Starting with the release of Strategy ONE (March 2024), dossiers are also known as dashboards.
Goal
Before mstrio, importing a dataset from Kaggle (or other opendata / datascience website) required to download the target data as a CSV or Excel file, and upload it manually with Data Import.
Kaggle provides a web-based Python console to interact with Kaggle Datasets. This is where mstrio steps in! With a very few lines of code, you will take an existing dataset and push it to Strategy with a click on a button. We do not need a Strategy Connector for Kaggle when we can have a Kaggle Connector for Strategy !
How to use the connector
1. Open a Dataset on Kaggle


In order to create a Dossier with this, you would normally download the CSV file and run a data import. This would need to be repeated for every update. This is where mstrio helps streamline data transfers to Strategy
2. Open a Python Console in Kaggle using the
button and select Script option. You should see the following Console.

Kaggle runs in a closed network by default. You need to enable internet in order to communicate with your Strategy Server.
3. From the Settings, enable Internet BETA (note: this might require phone verification)
4. From the Settings again, install mstrio package as in the screenshot below. Package name is “mstrio-py” and click on the little right arrow next to the package field

Once installation is complete, you should see the following screen. We can now use mstrio.

5. Click the “Restart” button as requested

The console will show up and then Stop, Reinitialize, Start and Run:

6. Grab/copy all the code in mstr-kaggle-python.py attached (also available here : https://github.com/hchadeisson/mstr-kaggle-python)
7. Empty the code that is in the console
8. Paste the code from mstr-kaggle-python.py in the console

We are almost done. Read the code and comments very briefly. Even if you are not a programmer, it should be very straightforward to understand
9. Configure your Strategy connectivity by adjusting the variables from rows 6 to 8 in the code

10. The script will execute step by step. In order to run it entirely, select / highlight the entire code in the editor (or go in the editor and type Ctrl/Cmd + A)

11. Run the script using the
button. It will grab all the datasets added to your Console, and push these as individual cubes in your Strategy environment
12. If all goes well, the output should look like this, and your dataset should be in the Strategy project you specified in your Server (default goes to My Reports folder)

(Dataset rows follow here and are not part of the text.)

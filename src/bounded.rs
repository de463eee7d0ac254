//! Runs in bounded memory: `baroc run --memory-limit 4GiB`.
//!
//! Fields are held in memory whole (`[time, level, lat, lon]`), so a run
//! over many time steps holds them all at once. Here the time steps are cut
//! into blocks small enough for the limit; the blocks are evaluated one
//! after another, each written to a temporary file beside the output, and
//! the pieces are joined by `merge`, which copies one time step of one
//! variable at a time. Peak memory is then that of one block's run, whatever
//! the number of time steps. The result is the file one whole run writes
//! (the sharded-run tests check the same join byte for byte).
//!
//! The block size: the limit divided by an estimate of one time step's
//! working set, taken as `WORKING_SET_FACTOR` times the bytes of one time
//! step of every data variable held as float32. The factor allows for the
//! inputs, the intermediate fields an operator makes and the results; it is
//! a rule of thumb measured on the thermal-wind budget (see
//! `benches/bounded_memory.py`), not a guarantee.

use std::path::{Path, PathBuf};

use crate::io::Dataset;
use crate::lang::syntax::{Expr, ExprKind, Program, SelectHow, StatementKind};
use crate::runner::{RunError, RunRequest};
use crate::shard::{Shard, ShardPlan};

/// Memory held per byte of one time step's input while a block runs
/// (inputs, intermediates, results); rule of thumb, see the module comment.
pub const WORKING_SET_FACTOR: f64 = 6.0;

/// The largest output a bounded run builds in memory before writing it
/// (`io::writer`): an eighth of the limit, since while the image is taken
/// the results, netCDF's copy and the image are held at once (a quarter of
/// the limit beside the results, which the working-set factor already
/// counts). Larger outputs are written by netCDF-C straight to the file.
fn image_limit(limit: u64) -> usize {
    usize::try_from(limit / 8).unwrap_or(usize::MAX)
}

/// Parses a size such as `4GiB`, `512 MiB`, `2GB`, `1.5G` or `1000000`.
/// Binary prefixes (KiB, MiB, GiB, TiB; K, M, G, T alone) count in 1024s,
/// decimal ones (kB, MB, GB, TB) in 1000s (IEC 80000-13).
pub fn parse_size(text: &str) -> Result<u64, String> {
    let t = text.trim();
    let split = t.find(|c: char| !(c.is_ascii_digit() || c == '.')).unwrap_or(t.len());
    let (number, unit) = (t[..split].trim(), t[split..].trim());
    let value: f64 = number.parse().map_err(|_| format!("error: --memory-limit `{text}` is not a size; write it as `4GiB`, `512MiB` or `2GB`"))?;
    let scale: f64 = match unit.to_ascii_lowercase().as_str() {
        "" | "b" => 1.0,
        "k" | "kib" => 1024.0,
        "m" | "mib" => 1024.0 * 1024.0,
        "g" | "gib" => 1024.0 * 1024.0 * 1024.0,
        "t" | "tib" => 1024.0f64.powi(4),
        "kb" => 1e3,
        "mb" => 1e6,
        "gb" => 1e9,
        "tb" => 1e12,
        other => return Err(format!("error: --memory-limit `{text}`: `{other}` is not a unit of size; use KiB, MiB, GiB or TiB (or kB, MB, GB, TB)")),
    };
    let bytes = value * scale;
    if !bytes.is_finite() || bytes < 1.0 {
        return Err(format!("error: --memory-limit `{text}` must be a positive size, such as `4GiB`"));
    }
    Ok(bytes as u64)
}

/// Bytes of one time step of every data variable, as float32.
pub fn time_step_bytes(dataset: &Dataset) -> u64 {
    dataset
        .variables()
        .map(|v| {
            let levels = v.levels.as_ref().map(|l| l.len()).unwrap_or(1) as u64;
            levels * v.grid.latitudes.len() as u64 * v.grid.longitudes.len() as u64 * 4
        })
        .sum()
}

/// How many time steps fit in `limit` bytes (at least one).
pub fn steps_per_block(limit: u64, step_bytes: u64) -> usize {
    let per_step = (step_bytes as f64 * WORKING_SET_FACTOR).max(1.0);
    ((limit as f64 / per_step).floor() as usize).max(1)
}

/// What a bounded run did.
#[derive(Debug, Clone, PartialEq)]
pub struct BoundedSummary {
    pub names: Vec<String>,
    /// The run's tables (area means, values at points: results the NetCDF
    /// file does not hold), their rows joined across blocks in time order.
    pub tables: Vec<(String, crate::lang::value::Series)>,
    pub blocks: usize,
    pub steps_per_block: usize,
    pub time_steps: usize,
    pub time_step_bytes: u64,
}

/// Runs `request` block by block within `limit` bytes and writes the
/// results to `output` (atomically). `attributes` go on the output (a
/// shard's record when the run is itself one shard).
pub fn run_to_file(request: &RunRequest, output: &Path, limit: u64, attributes: Vec<(String, String)>) -> Result<BoundedSummary, RunError> {
    if request.data_files.is_empty() {
        return Err(RunError("error: --memory-limit splits the data's time steps, but no data file was given".into()));
    }
    let dataset = Dataset::open(&request.data_files).map_err(|e| RunError(format!("error: {e}")))?;
    let step_bytes = time_step_bytes(&dataset);
    let times = dataset.variables().find_map(|v| v.times.clone());
    let total = times.as_ref().map(|t| t.values.len()).unwrap_or(1);
    let steps: Vec<usize> = request.time_steps.clone().unwrap_or_else(|| (0..total).collect());
    let per_block = steps_per_block(limit, step_bytes);
    let blocks = steps.len().div_ceil(per_block).max(1);
    drop(dataset);
    if blocks == 1 {
        let outcome = crate::runner::run(request)?;
        let names = crate::runner::write_results_within(output, &outcome, request, attributes, Some(image_limit(limit)))?;
        let mut tables = Vec::new();
        join_tables(&mut tables, &outcome);
        return Ok(BoundedSummary { names, tables, blocks, steps_per_block: per_block, time_steps: steps.len(), time_step_bytes: step_bytes });
    }
    let labels = times.map(|t| t.labels()).unwrap_or_default();
    let label = |i: usize| labels.get(steps[i]).cloned().unwrap_or_else(|| format!("time step {}", steps[i]));
    let mut pieces = Vec::with_capacity(blocks);
    let mut names = Vec::new();
    let mut tables = Vec::new();
    for index in 0..blocks {
        let shard = Shard { index, count: blocks };
        let block = shard.block(steps.len()).map_err(RunError)?;
        let plan = ShardPlan {
            shard,
            block: block.clone(),
            total_steps: steps.len(),
            full_range: (label(0), label(steps.len() - 1)),
            block_range: (label(block.start), label(block.end - 1)),
        };
        let mut part = request.clone();
        part.time_steps = Some(steps[block].to_vec());
        let outcome = crate::runner::run(&part)?;
        let temporary = crate::atomic::temporary_beside(output).map_err(|e| RunError(format!("error: cannot write {}: {e}", output.display())))?;
        // Written under the request's own text, so every piece says the same
        // recipe, as merge checks.
        names = crate::runner::write_results_within(&temporary, &outcome, request, plan.attributes(), Some(image_limit(limit)))?;
        join_tables(&mut tables, &outcome);
        drop(outcome);
        pieces.push(temporary);
    }
    let paths: Vec<PathBuf> = pieces.iter().map(|p| p.to_path_buf()).collect();
    let merge = crate::merge::MergeRequest { record_shards: false, attributes, ..crate::merge::MergeRequest::new(output.to_path_buf(), paths) };
    crate::merge::merge(&merge).map_err(RunError)?;
    drop(pieces);
    Ok(BoundedSummary { names, tables, blocks, steps_per_block: per_block, time_steps: steps.len(), time_step_bytes: step_bytes })
}

/// Adds a block's tables to those of the blocks before it: a table seen
/// first is taken whole, the same table of a later block adds its rows
/// (blocks come in time order, so the rows stay in time order).
fn join_tables(tables: &mut Vec<(String, crate::lang::value::Series)>, outcome: &crate::runner::RunOutcome) {
    use crate::lang::value::Value;
    for result in &outcome.results {
        let Value::Series(block) = &result.value else { continue };
        match tables.iter_mut().find(|(name, _)| *name == result.name) {
            Some((_, joined)) => {
                joined.labels.extend(block.labels.iter().cloned());
                joined.rows.extend(block.rows.iter().cloned());
            }
            None => tables.push((result.name.clone(), block.clone())),
        }
    }
}

/// Whether a program's results can be computed block by block of time
/// steps and joined (what `baroc run` does by default when the data do not
/// fit in memory). Every operator of the language works on each time step
/// alone; what cannot be split is picking times, since a block may not hold
/// the time picked. So, conservatively: no `during`, no call of `time`, no
/// `at` whose selector is not plainly a level, a layer or a place (a name
/// there could hold a time), no `open` (the program's own data are not the
/// data split), and no call of anything but the built-ins and the
/// program's own functions (a recipe from the library is not seen here).
pub fn streams_by_time(program: &Program) -> bool {
    let functions: Vec<&str> = program
        .statements
        .iter()
        .filter_map(|s| match &s.kind {
            StatementKind::Function { name, .. } => Some(name.name.as_str()),
            _ => None,
        })
        .collect();
    program.statements.iter().all(|s| match &s.kind {
        StatementKind::Open { .. } => false,
        StatementKind::Let { value, .. } | StatementKind::Parameter { default: value, .. } | StatementKind::Output { value, .. } | StatementKind::Function { body: value, .. } => {
            expression_streams(value, &functions)
        }
        StatementKind::Expression(value) => expression_streams(value, &functions),
        StatementKind::Recipe { .. } | StatementKind::About { .. } | StatementKind::Setting { .. } => true,
    })
}

fn expression_streams(expr: &Expr, functions: &[&str]) -> bool {
    let each = |e: &Expr| expression_streams(e, functions);
    match &expr.kind {
        ExprKind::Number { .. } | ExprKind::Angle { .. } | ExprKind::String(_) | ExprKind::Bool(_) | ExprKind::Name(_) => true,
        ExprKind::Block { statements } => statements.iter().all(|s| match &s.kind {
            StatementKind::Let { value, .. } | StatementKind::Expression(value) => each(value),
            _ => false,
        }),
        ExprKind::Unary { operand, .. } => each(operand),
        ExprKind::Binary { left, right, .. } => each(left) && each(right),
        ExprKind::Range { from, to } => each(from) && each(to),
        ExprKind::Convert { value, .. } => each(value),
        ExprKind::If { condition, then_branch, else_branch } => each(condition) && each(then_branch) && each(else_branch),
        ExprKind::Member { base, .. } => each(base),
        ExprKind::Select { base, how, selector } => {
            let plain_selector = match how {
                SelectHow::During => false,
                SelectHow::At => is_level_or_place(selector),
                SelectHow::Over | SelectHow::In => true,
            };
            plain_selector && each(base) && each(selector)
        }
        ExprKind::Call { callee, arguments, options } => {
            let known = match &callee.kind {
                ExprKind::Name(n) => n != "time" && (crate::lang::builtins_lookup(n) || functions.contains(&n.as_str())),
                _ => false,
            };
            known && arguments.iter().all(each) && options.iter().all(|o| each(&o.value))
        }
    }
}

/// A selector after `at` that cannot be a time: a number with a unit (a
/// pressure), a range of them, or a call of `point`.
fn is_level_or_place(selector: &Expr) -> bool {
    match &selector.kind {
        ExprKind::Number { unit: Some(_), .. } => true,
        ExprKind::Range { from, to } => is_level_or_place(from) && is_level_or_place(to),
        ExprKind::Call { callee, .. } => matches!(&callee.kind, ExprKind::Name(n) if n == "point"),
        _ => false,
    }
}

/// The memory a plain `baroc run` stays within when no `--memory-limit`
/// is given: `BAROC_MEMORY_LIMIT` if set (a size as `--memory-limit`
/// takes), else half the memory the system reports available (so that a
/// run on a shared machine leaves room for others), else 4 GiB.
pub fn default_limit() -> Result<u64, String> {
    if let Some(text) = std::env::var_os("BAROC_MEMORY_LIMIT").filter(|t| !t.is_empty()) {
        return parse_size(&text.to_string_lossy()).map_err(|e| e.replace("--memory-limit", "BAROC_MEMORY_LIMIT"));
    }
    let available = std::fs::read_to_string("/proc/meminfo").ok().and_then(|text| {
        let line = text.lines().find(|l| l.starts_with("MemAvailable:"))?;
        line.split_whitespace().nth(1)?.parse::<u64>().ok().map(|kib| kib * 1024)
    });
    Ok(available.map_or(4 << 30, |bytes| (bytes / 2).max(1 << 28)))
}

/// How many blocks a run of `request` within `limit` bytes takes (1: the
/// whole run fits at once).
pub fn blocks_needed(request: &RunRequest, limit: u64) -> Result<usize, RunError> {
    if request.data_files.is_empty() {
        return Ok(1);
    }
    let dataset = Dataset::open(&request.data_files).map_err(|e| RunError(format!("error: {e}")))?;
    Ok(blocks_needed_for(&dataset, request, limit))
}

/// `blocks_needed` for the request's data already opened (`runner::open_data`).
pub fn blocks_needed_for(dataset: &Dataset, request: &RunRequest, limit: u64) -> usize {
    let total = dataset.variables().find_map(|v| v.times.as_ref().map(|t| t.values.len())).unwrap_or(1);
    let steps = request.time_steps.as_ref().map_or(total, |s| s.len());
    steps.div_ceil(steps_per_block(limit, time_step_bytes(dataset))).max(1)
}

#[cfg(test)]
mod tests {
    use super::*;

    #[test]
    fn sizes_follow_the_iec_prefixes() {
        // IEC 80000-13: Ki = 2^10, Mi = 2^20, Gi = 2^30; k, M, G = 10^3, 10^6, 10^9.
        assert_eq!(parse_size("4GiB").unwrap(), 4 << 30);
        assert_eq!(parse_size("512 MiB").unwrap(), 512 << 20);
        assert_eq!(parse_size("2GB").unwrap(), 2_000_000_000);
        assert_eq!(parse_size("1.5G").unwrap(), 3 << 29);
        assert_eq!(parse_size("1000").unwrap(), 1000);
        for bad in ["", "GiB", "4 parsecs", "0", "-1GiB"] {
            assert!(parse_size(bad).unwrap_err().starts_with("error: --memory-limit"), "{bad}");
        }
    }

    #[test]
    fn only_programs_that_pick_no_time_stream() {
        let streams = |text: &str| streams_by_time(&crate::lang::parse(text).expect("parses"));
        // The recipe shipped with Baroc streams.
        assert!(streams(include_str!("../recipes/thermal-wind-budget.baroc")));
        assert!(streams("let a = temperature at 500 hPa in box(40 north to 60 north, 20 west to 10 east)\nlet b = thickness(1000 hPa to 500 hPa) with route geopotential"));
        assert!(streams("function warm(x) = x + 1 K\noutput w = warm(temperature at 850 hPa)"));
        // Picking a time, or what might be one, does not.
        assert!(!streams("let a = temperature at 500 hPa at \"2026-10-14 06:00\""));
        assert!(!streams("let when = 2\nlet a = temperature at 500 hPa at when"));
        assert!(!streams("let a = temperature at 500 hPa at time(1)"));
        assert!(!streams("open \"other.nc\"\nlet a = temperature at 500 hPa"));
        assert!(!streams("let a = some_library_recipe()"));
    }

    #[test]
    fn blocks_hold_as_many_steps_as_fit_and_never_none() {
        assert_eq!(steps_per_block(60, 10), 1);
        assert_eq!(steps_per_block(600, 10), 10);
        assert_eq!(steps_per_block(1, 1 << 30), 1);
    }
}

All ready to create a nice Dossier!

15 steps! Seriously? Why all the trouble?
Agreed, this might seem like a little over doing it for just one simple dataset. The main way people use Kaggle is: 1/ loading many datasets at once in the console and 2/ run training algorithms and predictions all ran in Python.
1/ loading many datasets at once in the console
Loading 20 datasets with that console would be as fast as loading 1: a couple minutes. If you were using Data Import, it would take an hour to do that.
2/ run training algorithms and predictions all ran in Python
Data Scientists get insights and make predictions with Python. Most of the time, their output is just a JSON, CSV or Excel file they send via email drop on a Big Data cluster that no one has access to.
These very few lines of code allow to push the result straight to Strategy while relying on Kaggle computing power. This will ultimately help make these outputs popular and spread to the world with Strategy.